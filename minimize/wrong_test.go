package minimize

import (
	"context"
	"errors"
	"math"
	"strings"
	"testing"

	"github.com/tenter-go/tenter/action"
	"github.com/tenter-go/tenter/constraint"
	"github.com/tenter-go/tenter/field"
	"github.com/tenter-go/tenter/lattice"
)

func TestWrongInput(t *testing.T) {
	clock := lattice.Axis{Step: 0.1, Sites: 5}
	line := lattice.Axis{Step: 0.2, Sites: 4}
	wave := action.Wave{Potential: action.SineGordon{}}
	euclidean := action.Wave{Potential: action.SineGordon{}, Signature: action.Euclidean}
	s, e := newAction(t, clock, line, wave), newAction(t, clock, line, euclidean)
	open := line
	open.Right = lattice.Open
	b := s.Block()
	start := field.NewHistory(b, 1)
	nan := start.Clone()
	nan.Set(3, 0, 2, math.NaN())
	huge := start.Clone()
	huge.Set(2, 0, 1, 1e200)
	with := func(b lattice.Block, hold func(*constraint.Set)) *constraint.Set {
		held := constraint.On(b)
		hold(held)
		return held
	}
	all := with(b, func(s *constraint.Set) {
		for n := range 5 {
			s.Slice(n, field.NewSlice(1, 4))
		}
	})
	elsewhere := b
	elsewhere.Time.From = 1
	least := LeastResidual
	lowest := func(ctx context.Context, s *action.Discrete, held *constraint.Set, start *field.History, set *Settings) (*Found, error) {
		return Minimum(ctx, s, held, start, set)
	}
	for _, tc := range []struct {
		name  string
		solve func(context.Context, *action.Discrete, *constraint.Set, *field.History, *Settings) (*Found, error)
		s     *action.Discrete
		held  *constraint.Set
		start *field.History
		set   *Settings
		says  []string
	}{
		{"no action", least, nil, nil, start, nil, []string{"no action"}},
		{"no action to minimise", lowest, nil, nil, start, nil, []string{"no action"}},
		{"no start", least, s, nil, nil, nil, []string{"without a start history"}},
		{"NaN in the start", least, s, nil, nan, nil, []string{"NaN", "(0.4, 0.3"}},
		{"NaN in the start of a minimum", lowest, e, nil, nan, nil, []string{"NaN", "(0.4, 0.3"}},
		{"start too large to evaluate", least, s, nil, huge, nil, []string{"residual of the start history"}},
		{"action of the start overflows", lowest, e, nil, huge, nil, []string{"action of the start history"}},
		{"start of another shape", least, s, nil, field.NewHistory(b, 2), nil, []string{"5 slices × 2 components × 4 sites"}},
		{"conditions on another block", least, s, constraint.On(elsewhere), start, nil, []string{"5 from 1 by 0.1", "5 from 0 by 0.1"}},
		{"conditions with an error", least, s, with(b, func(s *constraint.Set) { s.Event(0.15, 0, 1) }), start, nil, []string{"conditions", "(0, 0.15)"}},
		{"conditions in conflict", lowest, e, with(b, func(s *constraint.Set) { s.Event(0.1, 0, 1); s.Event(0.1, 0, 2) }), start, nil, []string{"(0, 0.1)", "1", "2"}},
		{"rates in conflict", least, s, with(b, func(s *constraint.Set) {
			s.Rate(2, field.NewSlice(1, 4))
			s.Event(0.1, 0, 1)
			s.Event(0.3, 0, 2)
		}), start, nil, []string{"(0, 0.3", "rate"}},
		{"nothing free", least, s, all, start, nil, []string{"20 values held"}},
		{"two components held", least, s, with(b, func(s *constraint.Set) { s.Event(0.1, 0, 1, 1) }), start, nil, []string{"1 components", "on 2"}},
		{"negative tolerance", least, s, nil, start, &Settings{Tolerance: -1}, []string{"tolerance -1"}},
		{"NaN damping", lowest, e, nil, start, &Settings{Damping: math.NaN()}, []string{"damping NaN"}},
		{"infinite residual scale", least, s, nil, start, &Settings{ResidualScale: math.Inf(1)}, []string{"residual scale +Inf"}},
		{"negative iterations", lowest, e, nil, start, &Settings{Iterations: -3}, []string{"-3 iterations"}},
		{"unknown method", lowest, e, nil, start, &Settings{Method: 7}, []string{"method(7)"}},
		{"too large", least, s, nil, start, &Settings{Memory: 1}, []string{"20 unknowns", "limits"}},
		{"lifted row off the block", least, s, nil, start, &Settings{Lifted: []lattice.Event{{T: 9, X: 0}}}, []string{"lifted", "(0, 9)"}},
		{"lifted row of a free event", least, s, nil, start, &Settings{Lifted: []lattice.Event{{T: 0.2, X: 0.2}}}, []string{"lifted", "(0.2, 0.2)", "free"}},
		{"lifted row of the first slice", least, s, nil, start, &Settings{Lifted: []lattice.Event{{T: 0, X: 0.2}}}, []string{"lifted", "(0.2, 0)", "no field equation"}},
		{"two slices", least, newAction(t, lattice.Axis{Step: 0.1, Sites: 2}, line, wave), nil, field.NewHistory(lattice.Block{Time: lattice.Axis{Step: 0.1, Sites: 2}, Space: line}, 1), nil, []string{"at least 3 slices"}},
		{"minimum of a Lorentzian action", lowest, s, nil, start, nil, []string{"Lorentzian", "Euclidean"}},
		{"minimum with a loss", lowest, newAction(t, clock, line, action.Wave{Alpha: action.Uniform(0.1)}), nil, start, nil, []string{"loss α"}},
		{"minimum with a viscous loss", lowest, newAction(t, clock, line, action.Wave{Beta: action.Uniform(0.1)}), nil, start, nil, []string{"loss β"}},
		{"minimum with an open end", lowest, newAction(t, clock, open, action.Wave{}), nil, start, nil, []string{"open right end"}},
	} {
		t.Run(tc.name, func(t *testing.T) {
			found, err := tc.solve(context.Background(), tc.s, tc.held, tc.start, tc.set)
			if err == nil || found != nil {
				t.Fatalf("found %v, error %v", found, err)
			}
			for _, word := range tc.says {
				if !strings.Contains(err.Error(), word) {
					t.Errorf("%q does not say %q", err, word)
				}
			}
			if strings.Contains(err.Error(), "\n") {
				t.Errorf("%q is longer than a line", err)
			}
			var refusal *Refusal
			if strings.HasPrefix(tc.name, "minimum") != errors.As(err, &refusal) {
				t.Errorf("refusal: %v", err)
			}
		})
	}
	var cause *action.NoActionError
	if _, err := Minimum(context.Background(), newAction(t, clock, open, action.Wave{}), nil, start, nil); !errors.As(err, &cause) || cause.Part != "open right end" {
		t.Errorf("%v", err)
	}
	var clash *constraint.Conflict
	held := with(b, func(s *constraint.Set) { s.Event(0.1, 0, 1); s.Event(0.1, 0, 2) })
	if _, err := LeastResidual(context.Background(), s, held, start, nil); !errors.As(err, &clash) || clash.Event != (lattice.Event{T: 0.1}) {
		t.Errorf("%v", err)
	}
}

func TestMinimumRefusesALorentzianRegion(t *testing.T) {
	b := lattice.Block{Time: lattice.Axis{Step: 1, Sites: 4}, Space: lattice.Axis{Step: 1, Sites: 4}}
	r, err := lattice.NewRegion(b, nil)
	if err != nil {
		t.Fatal(err)
	}
	s, err := action.NewShaped(r, action.Wave{Potential: action.Mass(1)})
	if err != nil {
		t.Fatal(err)
	}
	var refusal *Refusal
	if _, err := Minimum(context.Background(), s, nil, field.NewHistory(b, 1), nil); !errors.As(err, &refusal) || !strings.Contains(refusal.Why, "Lorentzian") {
		t.Errorf("got %v, want a *Refusal that says Lorentzian", err)
	}
}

= = =

◆ **PROBLEM TO WORK ON**:
Find how many lines in the listing above contain the word "conditions", then state that number by itself.

◆ **RESPONSE AREA**:
3